Fly Postgres with 2 (two) Nodes?

I am experimenting with Fly Postgres, and I’m confused on one point. The cli and the docs explain that a minimum of three nodes are required for HA. So what happens in a failure scenario with a two node setup?

When I run fly postgres db list I see my two nodes:

NAME            USERS                        
postgres        flypgadmin, postgres, repmgr
repmgr          flypgadmin, postgres, repmgr

However, fly postgres failover does not work:

Error promoting new leader, restarting existing leader
Waiting for old leader to finish stopping
Clearing existing machine lease...
Trying to start old leader
Old leader started succesfully
Error: Failed to run failover: Not enough machines to meet quorum requirements

So what do you do if the primary fails? There is clearly a working replica in the cluster. I assume without the HA setup you don’t get automatic failovers. But what manual steps would I need to take to promote the replica?

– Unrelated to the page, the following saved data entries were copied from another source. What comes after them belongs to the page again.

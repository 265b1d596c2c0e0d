package readers

import (
	"context"
	"errors"
	"fmt"
	"math"
	"runtime"
	"slices"
	"strings"
	"testing"

	"strainledger/mesh"
)

// image returns an image of the extents, whose cells and points carry their place.
func image(whole string, spacing string, extents ...string) string {
	text := fmt.Sprintf("<VTKFile type=\"ImageData\" version=\"1.0\">\n<ImageData WholeExtent=%q %s>\n", whole, spacing)
	for _, extent := range extents {
		text += fmt.Sprintf("<Piece Extent=%q></Piece>\n", extent)
	}
	return text + "</ImageData>\n</VTKFile>\n"
}

func TestImagePoints(t *testing.T) {
	for _, test := range []struct {
		spacing string
		want    []float64
	}{
		{`Origin="1 2 3" Spacing="0.5 2 4"`, []float64{2, 0, 3, 2.5, 0, 3, 2, 2, 3, 2.5, 2, 3}},
		{``, []float64{2, -1, 0, 3, -1, 0, 2, 0, 0, 3, 0, 0}},
		// a turn by 90 degrees about z: x becomes y, y becomes -x
		{`Origin="1 2 3" Spacing="0.5 2 4" Direction="0 -1 0 1 0 0 0 0 1"`, []float64{3, 3, 3, 3, 3.5, 3, 1, 3, 3, 1, 3.5, 3}},
	} {
		_, got := read(t, image("2 3 -1 0 0 0", test.spacing, "2 3 -1 0 0 0"))
		if !slices.Equal(got.points, test.want) {
			t.Errorf("%s: points %v, want %v", test.spacing, got.points, test.want)
		}
	}
}

// Nodes of structured cells in every set of directions that have cells.
func TestStructuredCells(t *testing.T) {
	for _, test := range []struct {
		extent mesh.Extent
		image  mesh.CellType
		curved mesh.CellType
		pixel  []int64 // nodes of the last cell of an image
		quad   []int64 // the same of a structured grid
	}{
		{mesh.Extent{0, 0, 0, 0, 0, 0}, 1, 1, []int64{0}, []int64{0}},
		{mesh.Extent{0, 2, 0, 0, 0, 0}, 3, 3, []int64{1, 2}, []int64{1, 2}},
		{mesh.Extent{0, 0, 0, 2, 0, 0}, 3, 3, []int64{1, 2}, []int64{1, 2}},
		{mesh.Extent{5, 5, 5, 5, 5, 7}, 3, 3, []int64{1, 2}, []int64{1, 2}},
		{mesh.Extent{0, 2, 0, 1, 0, 0}, 8, 9, []int64{1, 2, 4, 5}, []int64{1, 2, 5, 4}},
		{mesh.Extent{0, 2, 0, 0, 0, 1}, 8, 9, []int64{1, 2, 4, 5}, []int64{1, 2, 5, 4}},
		{mesh.Extent{0, 0, 0, 1, 0, 2}, 8, 9, []int64{2, 3, 4, 5}, []int64{2, 3, 5, 4}},
		{mesh.Extent{0, 2, 0, 1, 0, 1}, 11, 12, []int64{1, 2, 4, 5, 7, 8, 10, 11}, []int64{1, 2, 5, 4, 7, 8, 11, 10}},
	} {
		for _, isCurvilinear := range []bool{false, true} {
			cellType, nodes := test.image, test.pixel
			if isCurvilinear {
				cellType, nodes = test.curved, test.quad
			}
			g, err := newGrid(test.extent, isCurvilinear, Limits{}.withDefaults())
			if err != nil {
				t.Fatal(err)
			}
			c := newCursor(nil, nil, 0)
			c.start = []int32{0}
			g.read(c, g.cellCount()-1, g.cellCount(), false)
			var got []int64
			for _, node := range c.nodes {
				got = append(got, int64(node))
			}
			if c.types[0] != cellType || !slices.Equal(got, nodes) {
				t.Errorf("%v: type %d with nodes %v, want %d with %v", test.extent, c.types[0], got, cellType, nodes)
			}
		}
	}
}

// Pieces that overlap by a layer of cells: the layer counts once, so do its points.
func TestOverlappingPieces(t *testing.T) {
	model, got := read(t, image("0 6 0 1 0 0", "", "0 3 0 1 0 0", "2 6 0 1 0 0"))
	if !slices.Equal(got.hidden, []uint8{mesh.DuplicateCell, 0, 0, 0}) {
		t.Errorf("marks %v", got.hidden)
	}
	if model.Sources[0].Points != 14 || len(got.points) != 3*14 || model.Pieces[1].Grid.SharedCount() != 4 {
		t.Errorf("%d points, %d read, %d shared", model.Sources[0].Points, len(got.points)/3, model.Pieces[1].Grid.SharedCount())
	}
	if math.Abs(got.visible["2"]-6) > 1e-14 {
		t.Errorf("area %v, want 6", got.visible["2"])
	}
}

func TestStructuredErrors(t *testing.T) {
	many := make([]string, 70)
	for i := range many {
		many[i] = "0 1 0 1 0 1"
	}
	for _, test := range []struct {
		text string
		kind error
		need string
	}{
		{image("0 1 0 1 0 1", "", "0 2 0 1 0 1"), ErrMalformed, "a part of the whole extent"},
		{image("0 1 0 1 0 1", "", "0 1 0 1"), ErrMalformed, "six numbers"},
		{image("0 1 0 1 0 1", "", "0 1 0 1 0 x"), ErrMalformed, "six whole numbers"},
		{image("0 1 0 1 0 1", "", "0 1 0 1 1 -2"), ErrMalformed, "lowest and a highest"},
		{image("0 1 0 1 0 1", `Origin="0 0"`, "0 1 0 1 0 1"), ErrMalformed, "3 numbers"},
		{image("0 1 0 1 0 1", `Spacing="0 0 z"`, "0 1 0 1 0 1"), ErrMalformed, "need numbers"},
		{image("0 1 0 1 0 1", "", many...), ErrMalformed, "shares points"},
		{strings.Replace(image("0 1 0 1 0 1", "", "0 1 0 1 0 1"), "WholeExtent", "Extent", 1), ErrMalformed, "no attribute WholeExtent"},
		{`<VTKFile type="RectilinearGrid"><RectilinearGrid WholeExtent="0 1 0 0 0 0"><Piece Extent="0 1 0 0 0 0"><Coordinates/></Piece></RectilinearGrid></VTKFile>`,
			ErrMalformed, "0 arrays of coordinates"},
		{`<VTKFile type="StructuredGrid"><StructuredGrid WholeExtent="0 1 0 0 0 0"><Piece Extent="0 1 0 0 0 0"/></StructuredGrid></VTKFile>`,
			ErrMalformed, "no array in an element Points"},
	} {
		if err := readError(test.text, Options{}); !errors.Is(err, test.kind) || !strings.Contains(err.Error(), test.need) {
			t.Errorf("%.120q: error %v, want %q", test.text, err, test.need)
		}
	}
}

// A few words of text may claim any number of points; none of them takes memory.
func TestHugeImageTakesNoMemory(t *testing.T) {
	var before, after runtime.MemStats
	runtime.ReadMemStats(&before)
	for _, extent := range []string{"0 9999 0 9999 0 9999", "0 400 0 400 0 400", "0 2147483646 0 0 0 0"} {
		if err := readError(image(extent, "", extent), Options{}); !errors.Is(err, ErrLimit) {
			t.Errorf("extent %s: %v", extent, err)
		}
	}
	// allowed, it is described, and read where it is asked for
	model, err := openBytes([]byte(image("0 200 0 200 0 200", "", "0 200 0 200 0 200")), Options{Limits: Limits{GridPoints: 1 << 24}})
	if err != nil {
		t.Fatal(err)
	}
	var c mesh.Chunk
	cursor := newTestCursor(t, model)
	last := model.Pieces[0].CellCount
	if err := cursor.Cells(context.Background(), mesh.Span{Low: last - 1, High: last}, &mesh.Want{}, &c); err != nil {
		t.Fatal(err)
	}
	if want := int32(201*201*201 - 1); c.Nodes[7] != want {
		t.Errorf("last node %d, want %d", c.Nodes[7], want)
	}
	var point [3]float64
	if err := cursor.Points(context.Background(), 0, int64(c.Nodes[7]), int64(c.Nodes[7])+1, point[:]); err != nil || point != [3]float64{200, 200, 200} {
		t.Errorf("last point %v, %v", point, err)
	}
	runtime.ReadMemStats(&after)
	if grown := after.TotalAlloc - before.TotalAlloc; grown > 4<<20 {
		t.Errorf("%d bytes", grown)
	}
}

func TestHiddenCellsAndPoints(t *testing.T) {
	_, got := read(t, `<VTKFile type="ImageData" version="2.0"><ImageData WholeExtent="0 3 0 1 0 0"><Piece Extent="0 3 0 1 0 0">
<PointData><DataArray type="UInt8" Name="vtkGhostType" format="ascii">0 0 0 3 0 0 0 0</DataArray></PointData>
<CellData><DataArray type="UInt8" Name="vtkGhostType" format="ascii">32 1 4</DataArray></CellData>
</Piece></ImageData></VTKFile>`)
	if want := []uint8{mesh.HiddenCell, mesh.DuplicateCell, 4 | mesh.HiddenCell}; !slices.Equal(got.hidden, want) {
		t.Errorf("marks %v, want %v", got.hidden, want)
	}
}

There’s no centralized consensus store, so in a two node setup there’s no way to verify you’re not in a network partition.

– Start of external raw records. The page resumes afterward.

package readers

import (
	"encoding/base64"
	"encoding/binary"
	"errors"
	"fmt"
	"runtime"
	"slices"
	"strings"
	"testing"

	"strainledger/mesh"
)

// Lawful XML in every spelling reads to the same tetrahedron.
func TestXMLSpellings(t *testing.T) {
	plain := tetrahedron("", `<CellData><DataArray type="Float64" Name="a &lt;&#963; &amp; &quot;b&apos;&#x20;" format="ascii">7</DataArray></CellData>`)
	for name, text := range map[string]string{
		"plain":             plain,
		"declaration":       "\ufeff<?xml version=\"1.0\" encoding=\"utf-8\"?>\r\n" + plain,
		"comments":          "<!-- > --><!-- a <b> -->" + strings.ReplaceAll(plain, "<Cells>", "<!-- <Cells> --><Cells>\n<!---->"),
		"single quotes":     strings.ReplaceAll(plain, `"Float64"`, `'Float64'`),
		"blanks":            strings.ReplaceAll(strings.ReplaceAll(plain, `type="`, "\n\ttype = \""), "<Points>", "<Points  >"),
		"greater inside":    strings.ReplaceAll(plain, "<Points>", `<Points note="a > b" other='">'>`),
		"unknown elements":  strings.ReplaceAll(plain, "<Points>", "<Metadata><Inner x=\"1\"/></Metadata><Points>"),
		"after the end":     plain + "\nanything <",
		"information":       strings.ReplaceAll(plain, "7</DataArray>", `7 <InformationKey name="UNITS_LABEL" location="vtkDataArray">MPa</InformationKey></DataArray>`),
		"offsets lead":      strings.ReplaceAll(plain, `ascii">4</DataArray>`, `ascii">0 4</DataArray>`),
		"format by chance":  strings.ReplaceAll(plain, `format="ascii">4`, `format="text">4`),
		"components of 0":   strings.ReplaceAll(plain, `Name="offsets"`, `Name="offsets" NumberOfComponents="0"`),
		"version unknown":   strings.ReplaceAll(plain, `version="1.0"`, `version="latest"`),
		"pieces of nothing": strings.ReplaceAll(plain, "<Piece ", `<Piece NumberOfPoints="0" NumberOfCells="0"/><Piece `),
	} {
		_, got := read(t, text)
		a := got.arrays[arrayKey{mesh.OnCell, `a <σ & "b' `}]
		if got.cells != 1 || !slices.Equal(got.nodes[0], []int32{0, 1, 2, 3}) || a == nil || a.values[0] != 7 {
			t.Errorf("%s: %d cells %v, arrays %v", name, got.cells, got.nodes, got.arrays)
		}
	}
	latin := strings.Replace(tetrahedron("", `<CellData><DataArray type="Int8" Name="gr`+"\xf6\xdf"+`e" format="ascii">1</DataArray></CellData>`), "<VTK", `<?xml version="1.0" encoding="ISO-8859-1"?><VTK`, 1)
	if _, got := read(t, latin); got.arrays[arrayKey{mesh.OnCell, "größe"}] == nil {
		t.Errorf("arrays %v, want größe", got.arrays)
	}
}

func TestXMLErrors(t *testing.T) {
	plain := tetrahedron("", cellData("s=1"))
	swap := func(old, new string) string {
		if !strings.Contains(plain, old) {
			t.Fatalf("no %q", old)
		}
		return strings.Replace(plain, old, new, 1)
	}
	for _, test := range []struct {
		text string
		line int
		kind error
		need string
	}{
		{swap("<VTKFile", "<!DOCTYPE x>\n<VTKFile"), 1, ErrUnsupported, "document types"},
		{swap("<Cells>", "<![CDATA[x]]><Cells>"), 3, ErrUnsupported, "CDATA"},
		{swap(`Name="s"`, `Name="&s;"`), 6, ErrMalformed, `entity "s"`},
		{swap(`Name="s"`, `Name="&#0;"`), 6, ErrMalformed, "entity"},
		{swap(`Name="s"`, `Name="&"`), 6, ErrMalformed, "&amp;"},
		{swap(`Name="s"`, `Name=s`), 6, ErrMalformed, "quotes"},
		{swap(`Name="s"`, `Name`), 6, ErrMalformed, "need name=\"value\""},
		{swap(`Name="s"`, `Name="s`), 6, ErrMalformed, ""},
		{swap("</CellData>", "</PointData>"), 6, ErrMalformed, "need the end of another element"},
		{swap("</VTKFile>", ""), 6, ErrTruncated, "VTKFile has no end"},
		{"</VTKFile>", 1, ErrMalformed, "end of another element"}, {"<a/>", 1, ErrMalformed, "need VTKFile"}, {"<!-- x", 1, ErrTruncated, ""}, {"<!-- x > ", 1, ErrTruncated, "-->"},
		{swap(`type="UnstructuredGrid"`, ``), 1, ErrMalformed, "no attribute type"},
		{swap(`version="1.0"`, `header_type="UInt16"`), 1, ErrMalformed, "header_type"},
		{swap(`version="1.0"`, `compressor="zip"`), 1, ErrUnsupported, "compressor"},
		{swap(`NumberOfCells="1"`, `NumberOfCells="2305843009213693952"`), 1, ErrMalformed, "fewer cells"},
		{swap("<Points>", "<Points2>"), 0, ErrMalformed, ""},
		{strings.NewReplacer("<Points>", "<P>", "</Points>", "</P>").Replace(plain), 1, ErrMalformed, "no array in an element Points"},
		{strings.NewReplacer("<Cells>", "<C>", "</Cells>", "</C>").Replace(plain), 1, ErrMalformed, "no element Cells"},
		{swap(`Name="types"`, `Name="kinds"`), 3, ErrMalformed, `array "types": found no such array`},
		{swap(`type="UInt8"`, `type="Float32"`), 5, ErrMalformed, "need whole numbers"},
		{swap(`type="Float64" NumberOfComponents="3"`, `type="Float64" NumberOfComponents="2"`), 2, ErrMalformed, "need numbers with 3 components"},
		{swap(`format="ascii">1<`, `format="binary">*<`), 6, ErrMalformed, ""},
		{swap(`format="ascii">1<`, `format="binary">AAAA<`), 6, ErrMalformed, ""},
		{swap(`format="ascii">1</DataArray>`, `format="appended" offset="0"/>`), 6, ErrMalformed, "no element AppendedData"},
		{swap(`format="ascii">1<`, `format="ascii"><`), 6, ErrTruncated, "need 8 bytes, found 0"},
		{swap("</VTKFile>", `<AppendedData encoding="hex">_</AppendedData></VTKFile>`), 6, ErrMalformed, "raw or base64"},
		{swap("<Piece", `<FieldData><DataArray type="Int32" Name="f" NumberOfTuples="-1" format="ascii">1</DataArray></FieldData><Piece`), 1, ErrMalformed, "NumberOfTuples"},
		{swap("<Piece", `<FieldData><DataArray type="Int32" Name="f" NumberOfTuples="9" format="ascii">1</DataArray></FieldData><Piece`), 1, ErrTruncated, "9 tuples"},
		{swap(`<UnstructuredGrid>`, `<UnstructuredGrid TimeValues="0 a">`), 1, ErrMalformed, "TimeValues"},
		{swap(">0 1 2 3<", ">0 1 2 4<"), 3, ErrMalformed, "cell 0: found point number 4, need 0 to 3"},
		{swap(">0 1 2 3<", ">0 1 2<"), 4, ErrMalformed, "connectivity has room for 3 entries"},
		{swap(`ascii">4<`, `ascii">-4<`), 4, ErrMalformed, "cell 0: found offset -4 after 0"},
		{swap(`ascii">4<`, `ascii">9000000000<`), 0, ErrUnsupported, "fewer than 2³¹"},
		{swap(`ascii">10<`, `ascii">14<`), 0, ErrMalformed, "cell 0: pyramid"},
	} {
		err := readError(test.text, Options{})
		place := new(Error)
		if !errors.As(err, &place) || !errors.Is(err, test.kind) && test.need != "" || !strings.Contains(err.Error(), test.need) {
			t.Errorf("%.200q:\n  error %v, want %v with %q", test.text, err, test.kind, test.need)
			continue
		}
		if test.line != 0 && place.Line != test.line {
			t.Errorf("%v: line %d, want %d", err, place.Line, test.line)
		}
	}
}

// Lies of the length words of appended arrays are found before anything is allocated.
func TestLengthWords(t *testing.T) {
	words := func(values ...uint32) (data []byte) {
		for _, value := range values {
			data = binary.LittleEndian.AppendUint32(data, value)
		}
		return data
	}
	for _, test := range []struct {
		compressor string
		data       []byte
		need       string
	}{
		{"", words(8, 0, 0), ""},
		{"", words(7, 0, 0), "need 8 bytes, found 7"},
		{"", words(0xffffffff, 0, 0), "4294967295 bytes of values by the length word"},
		{"", words(8, 0), "8 bytes of values by the length word"},
		{"", nil, "bytes needed here"},
		{"ZLib", words(0), "need 8 bytes, found 0"},
		{"ZLib", words(0, 0, 0), "need 8 bytes, found 0"},
		{"ZLib", words(1, 8, 0), "need a table"}, {"ZLib", words(1, 8), "bytes needed here"},
		{"ZLib", words(0x7fffffff, 8, 0, 4), "need a table"},
		{"ZLib", words(1, 0, 0, 4, 0), "need positive sizes"},
		{"ZLib", words(1, 8, 9, 4, 0), "the last no larger"},
		{"ZLib", words(1, 8, 0, 400, 0), "400 compressed bytes by its header"},
		{"ZLib", words(1, 0xffffffff, 0, 4, 0), "said to hold 4294967295 bytes"},
		{"LZ4", words(1, 0xffffffff, 0, 4, 0), "limit of 1073741824"},
		{"LZ4", words(1, 100000, 0, 4, 0), "said to hold 100000 bytes"},
		{"LZMA", words(1, 1<<28, 0, 4, 0), "said to hold 268435456 bytes"},
		{"LZMA", words(1, 8, 0, 4, 0), "compressed block 0 of 1"},
		{"ZLib", words(1, 8, 0, 4, 0x9c78), "compressed block 0 of 1"},
	} {
		for _, encoding := range []string{"raw", "base64"} {
			data := string(test.data)
			if encoding == "base64" {
				data = base64.StdEncoding.EncodeToString(test.data)
				if test.compressor != "" && len(test.data) > 16 {
					data = base64.StdEncoding.EncodeToString(test.data[:16]) + base64.StdEncoding.EncodeToString(test.data[16:])
				}
			}
			text := strings.Replace(tetrahedron("", `<CellData><DataArray type="Float64" Name="s" format="appended" offset="0"/></CellData>`),
				"</VTKFile>", fmt.Sprintf(`<AppendedData encoding=%q>_%s`, encoding, data), 1)
			if test.compressor != "" {
				text = strings.Replace(text, "version=", fmt.Sprintf(`compressor="vtk%sDataCompressor" version=`, test.compressor), 1)
			}
			var before, after runtime.MemStats
			runtime.ReadMemStats(&before)
			err := readError(text, Options{})
			runtime.ReadMemStats(&after)
			isRight := err != nil && strings.Contains(err.Error(), test.need)
			if encoding == "base64" { // the room in base64 is known in steps of three bytes
				isRight = err != nil
			}
			if test.need == "" && err == nil {
				isRight = true
			}
			if !isRight {
				t.Errorf("%s %s % x: error %v, want %q", test.compressor, encoding, test.data, err, test.need)
			}
			if grown := after.TotalAlloc - before.TotalAlloc; grown > 20<<20 {
				t.Errorf("%s %s % x: %d bytes", test.compressor, encoding, test.data, grown)
			}
		}
	}
}

func TestLimits(t *testing.T) {
	grid := newTestGrid(300)
	packed := string(grid.file(testCoding{form: "raw", compressor: "zlib", blockSize: 1000}))
	deep := "<VTKFile type=\"x\">" + strings.Repeat("<a>", 50)
	many := strings.Replace(tetrahedron("", ""), "<Cells>", strings.Repeat("<a/>", 2000)+"<Cells>", 1)
	pieces := strings.Replace(tetrahedron("", ""), "<Piece ", strings.Repeat(`<Piece NumberOfPoints="0" NumberOfCells="0"/>`, 30)+"<Piece ", 1)
	long := tetrahedron("", cellData(strings.Repeat("n", 5000)+"=1"))
	for _, test := range []struct {
		name, text string
		limits     Limits // breaks
		wide       Limits // lets it through
	}{
		{"decoded", packed, Limits{Decoded: 20_000}, Limits{Decoded: 200_000}},
		{"points", packed, Limits{Points: 1000}, Limits{Points: 1508}},
		{"markup", many, Limits{Markup: 100_000}, Limits{Markup: 500_000}},
		{"pieces", pieces, Limits{Pieces: 30}, Limits{Pieces: 31}},
		{"text", long, Limits{Text: 4000}, Limits{Text: 6000}},
		{"legacy text", strings.Replace(legacyTetrahedron, "title", strings.Repeat("t", 200_000), 1), Limits{Text: 4000}, Limits{}},
		{"legacy word", legacyTetrahedron + "CELL_DATA 1\nSCALARS " + strings.Repeat("t", 200_000) + " int\n1\n", Limits{Text: 4000}, Limits{}},
		{"legacy points", legacyTetrahedron, Limits{Points: 3}, Limits{Points: 4}},
		{"grid points", image("0 9 0 9 0 9", "", "0 9 0 9 0 9"), Limits{Points: 999}, Limits{Points: 1000}},
	} {
		err := readError(test.text, Options{Limits: test.limits})
		if place := new(Error); !errors.As(err, &place) || !errors.Is(err, ErrLimit) {
			t.Errorf("%s: %v, want a limit", test.name, err)
		}
		if err := readError(test.text, Options{Limits: test.wide}); err != nil {
			t.Errorf("%s with wider limits: %v", test.name, err)
		}
	}
	if err := readError(deep, Options{}); !errors.Is(err, ErrLimit) || !strings.Contains(err.Error(), "33 deep") {
		t.Errorf("nesting: %v", err)
	}
	if err := readError(deep, Options{Limits: Limits{Nesting: 60}}); !errors.Is(err, ErrTruncated) {
		t.Errorf("nesting with a wider limit: %v", err)
	}
}

// Many arrays, pieces, times and attributes take time in proportion to their number.
func TestManyOfEverything(t *testing.T) {
	const n = 20_000
	var arrays, times strings.Builder
	for i := range n {
		fmt.Fprintf(&arrays, `<DataArray type="Int8" Name="n%d" TimeStep="0 1 2" format="ascii">1</DataArray>`, i)
		fmt.Fprintf(&times, " %d", i)
	}
	text := strings.Replace(tetrahedron("<FieldData>"+arrays.String()+"</FieldData>", "<CellData>"+arrays.String()+"</CellData>"),
		"<UnstructuredGrid>", `<UnstructuredGrid TimeValues="`+times.String()+`">`, 1)
	text = strings.Replace(text, `TimeStep="0 1 2" `, "", -1)
	model, err := openBytes([]byte(text), Options{})
	if err != nil {
		t.Fatal(err)
	}
	if len(model.Pieces[0].Arrays) != n || len(model.Fields) != n || len(model.Times) != n {
		t.Errorf("%d arrays, %d fields, %d times", len(model.Pieces[0].Arrays), len(model.Fields), len(model.Times))
	}
}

If the primary fails and you’re running a two node setup, you’ll need to ssh into your standby Machine and manually promote the standby.

SSH into the Machine

fly ssh console <machine-id>

Navigate to the postgres home directory

su postgres
cd ~

Evaluate the state of the cluster

postgres@2865117f1ed018:~$ repmgr daemon status
 ID | Name                            | Role    | Status        | Upstream                          | repmgrd | PID | Paused? | Upstream last seen
----+---------------------------------+---------+---------------+-----------------------------------+---------+-----+---------+--------------------
 1502360255 | fdaa:0:2e26:a7b:110:e0ed:7af0:2 | standby |   running     | ? fdaa:0:2e26:a7b:196:f8c4:fb70:2 | running | 399 | no      | 428 second(s) ago
 1977791143 | fdaa:0:2e26:a7b:196:f8c4:fb70:2 | primary | ? unreachable | ?                                 | n/a     | n/a | n/a     | n/a

Promote the standby:

repmgr standby promote

Unregister the old primary.

repmgr primary unregister --node-id 1977791143

Then you should remove your old Primary machine and re-clone from your newly assigned primary.

2 Likes

Fantastic write up, @shaun. I was able to perform this operation on my own and everything worked exactly as described. Running two nodes is perfect for my use case for a low-medium traffic app where HA is not (yet) a strong need, but I obviously want redundancy. I don’t mind getting pinged by monitoring and having to perform the promotion manually. Thanks for your help!

1 Like

This topic was automatically closed 7 days after the last reply. New replies are no longer allowed.